== Information shown

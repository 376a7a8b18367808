"""Voronoi cells with walls of a set thickness: the geometry shared by the foam and the
cell sheet (invented data for the demo and benchmarks)."""

from __future__ import annotations

from dataclasses import dataclass

import numpy as np
from scipy.spatial import cKDTree

from ._common import soft_wall

__all__ = ["VoronoiWalls", "pair_half_thickness", "voronoi_walls"]


@dataclass
class VoronoiWalls:
    """Per-voxel result of :func:`voronoi_walls` (flat arrays, C order)."""

    nearest: np.ndarray  #: index of the nearest seed
    other: np.ndarray    #: index of the seed across the closest wall
    clean: np.ndarray    #: partial-volume wall value in [0, 1]
    wall: np.ndarray     #: True inside a wall (the 0.5 level of ``clean``)


def voronoi_walls(points: np.ndarray, seeds: np.ndarray, half_thickness: np.ndarray | float,
                  step: float) -> VoronoiWalls:
    """Walls of the Voronoi diagram of ``seeds`` sampled at ``points``.

    A point lies in the wall between its nearest seed ``i`` and another seed ``j`` when its
    distance to their bisector, ``h = (d_j² - d_i²) / (2 |s_i - s_j|)``, is below the
    pair's half thickness. ``j`` runs over the ``ndim + 1`` next-nearest seeds, which covers
    the junctions where up to ``ndim + 1`` cells meet.

    Parameters
    ----------
    points : (n, ndim) array
        Sample positions (physical units).
    seeds : (m, ndim) array
        Cell seeds, m >= 2.
    half_thickness : float or (m, m) array
        Half wall thickness, one value or one per pair of seeds (symmetric).

    Notes
    -----
    Cost: a k-nearest query per point, and two ``(m, m)`` float32 tables of the seed pairs.
    step : float
        Width of the partial-volume ramp (one voxel, physical units).
    """
    ndim = points.shape[1]
    n = len(seeds)
    k = min(ndim + 2, n)
    dist, idx = cKDTree(seeds).query(points, k=k)
    # per pair of seeds (n x n, float32): 1 / (2 |s_i - s_j|) and the half thickness
    sep = np.sqrt(np.sum((seeds[:, None, :] - seeds[None, :, :]) ** 2, axis=-1))
    np.fill_diagonal(sep, np.inf)
    inv_2sep = (0.5 / sep).astype(np.float32).ravel()
    half_pair = np.broadcast_to(np.float32(half_thickness), (n, n)).astype(np.float32).ravel()
    nearest = idx[:, 0]
    base = nearest * n
    d0_sq = dist[:, 0] ** 2
    best = np.full(len(points), np.inf, np.float32)  # smallest (h - half thickness) so far
    other = idx[:, 1].copy()
    clean = np.zeros(len(points), np.float32)
    for j in range(1, k):
        pair = base + idx[:, j]
        h = ((dist[:, j] ** 2 - d0_sq) * inv_2sep[pair]).astype(np.float32)
        half = half_pair[pair]
        excess = h - half
        closer = excess < best
        best[closer] = excess[closer]
        other[closer] = idx[closer, j]
        np.maximum(clean, soft_wall(h, half, np.float32(step)), out=clean)
    return VoronoiWalls(nearest=nearest, other=other, clean=clean, wall=best < 0)


def pair_half_thickness(rng: np.random.Generator, n: int, thickness: float,
                        spread: float) -> np.ndarray | float:
    """Half wall thickness per pair of seeds: ``thickness / 2`` times a factor drawn
    uniformly in ``[1 - spread, 1 + spread]`` for each pair (one value when spread is 0)."""
    if spread == 0:
        return thickness / 2.0
    factor = rng.uniform(1.0 - spread, 1.0 + spread, size=(n, n))
    factor = np.triu(factor) + np.triu(factor, 1).T
    return thickness / 2.0 * factor
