"""The recipes of the bundled sample volumes (invented data, for the demo only).

Three scenarios of our own, made with :mod:`cavitas.scenes` at fixed seeds and written with
``cavitas.write`` (NIfTI gzip streams carry no time stamp; the TIFF files carry no date
tag and are not compressed), so the files regenerate bit for bit:

- ``foam.nii.gz``: micro-CT-like closed-cell polymer foam, uint16, with Poisson-like noise;
- ``capsules.tif``: confocal-like stack of hollow fluorescent microcapsules, uint8, ImageJ;
- ``cell_sheet.tif``: 2D membrane-stained cell sheet, uint8, ImageJ;

each with its ground-truth chamber labels (``*_truth.*``, uint16, 0 = walls and medium).
``sample_volumes/README.md`` in the source tree lists the facts of each one;
``sample_volumes/generate.py`` is the command line around :func:`write_samples`, and
``cavitas demo`` calls it when the source tree's copies are not at hand.
"""

from __future__ import annotations

from collections.abc import Callable
from dataclasses import dataclass
from pathlib import Path
from typing import Any

import numpy as np

from ._common import Scene
from .capsules import capsules
from .cell_sheet import cell_sheet
from .foam import foam

__all__ = ["SAMPLES", "Sample", "write_samples", "CAPSULES", "FOAM", "SHEET"]


@dataclass(frozen=True)
class Sample:
    """One bundled sample: how to make its scene and how to turn it into stored values."""

    name: str
    suffix: str
    make: Callable[[], Scene]
    encode: Callable[[Scene], np.ndarray]

    @property
    def files(self) -> tuple[str, str]:
        """Image and truth file names."""
        return f"{self.name}{self.suffix}", f"{self.name}_truth{self.suffix}"


# -- the foam: micro-CT-like counts ----------------------------------------------------

FOAM: dict[str, Any] = dict(
    shape=(96, 128, 128), cells=200, wall_thickness=2.5, thickness_spread=0.2, noise=0.04,
    ramp=1.25, broken_walls=4, blur=1.0, spacing=(4.0, 2.5, 2.5), seed=7)
#: Expected counts are PHOTONS * (OFFSET + image): 30 in a pore, 180 in a wall.
FOAM_PHOTONS, FOAM_OFFSET, FOAM_COUNT_SEED = 150.0, 0.2, 1007


def _foam_counts(scene: Scene) -> np.ndarray:
    """Poisson counts around the scene's (blurred, lit, Gaussian-noisy) image, uint16."""
    rng = np.random.default_rng(FOAM_COUNT_SEED)
    mean = np.clip(FOAM_PHOTONS * (FOAM_OFFSET + scene.image.astype(np.float64)), 0, None)
    return rng.poisson(mean).astype(np.uint16)


# -- capsules and the cell sheet: 8-bit fluorescence -----------------------------------

CAPSULES: dict[str, Any] = dict(
    shape=(48, 128, 128), count=10, nested=3, touching=2, shell_thickness=2.0, noise=0.12,
    ramp=1.5, blur=1.0, spacing=(0.4, 0.25, 0.25), seed=11)
SHEET: dict[str, Any] = dict(
    shape=(512, 512), cells=150, wall_thickness=2.5, noise=0.1, ramp=2.0, blur=1.2,
    spacing=(0.2, 0.2), seed=5)
#: 8-bit grey values are DARK + GAIN * image, rounded and clipped to 0..255 (DARK is
#: about 3 noise σ above 0, so fewer than 0.1 % of the voxels clip).
DARK, GAIN = 40.0, 100.0


def _eight_bit(scene: Scene) -> np.ndarray:
    return np.clip(np.rint(DARK + GAIN * scene.image.astype(np.float64)), 0, 255).astype(np.uint8)


SAMPLES = (
    Sample("foam", ".nii.gz", lambda: foam(**FOAM), _foam_counts),
    Sample("capsules", ".tif", lambda: capsules(**CAPSULES), _eight_bit),
    Sample("cell_sheet", ".tif", lambda: cell_sheet(**SHEET), _eight_bit),
)


def write_samples(out: str | Path, *, force: bool = False,
                  names: tuple[str, ...] | None = None) -> dict[str, Scene]:
    """Write the samples (all, or those in ``names``) with their truth into ``out``.

    Returns the scenes by name, for the facts in the README.
    """
    import cavitas

    out = Path(out)
    scenes = {}
    for sample in SAMPLES:
        if names is not None and sample.name not in names:
            continue
        scene = sample.make()
        image_file, truth_file = sample.files
        if scene.n_labels > np.iinfo(np.uint16).max:
            raise ValueError(f"{sample.name}: too many labels for uint16 truth.")
        # TIFF samples are stored uncompressed: tifffile deflates with imagecodecs when it
        # is installed and with Python's zlib otherwise, and the two give other bytes.
        # The NIfTI samples use Python's gzip, the same everywhere.
        geometry = dict(spacing=scene.spacing, unit=scene.unit, force=force,
                        compress=sample.suffix != ".tif")
        cavitas.write(out / image_file, sample.encode(scene), **geometry)
        cavitas.write(out / truth_file, scene.truth.astype(np.uint16), **geometry)
        scenes[sample.name] = scene
    return scenes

====

Action item >>
Wherever the string "closer" appears in the listing above, show the whole line.

Expected answer >>
        closer = excess < best
        best[closer] = excess[closer]
        other[closer] = idx[closer, j]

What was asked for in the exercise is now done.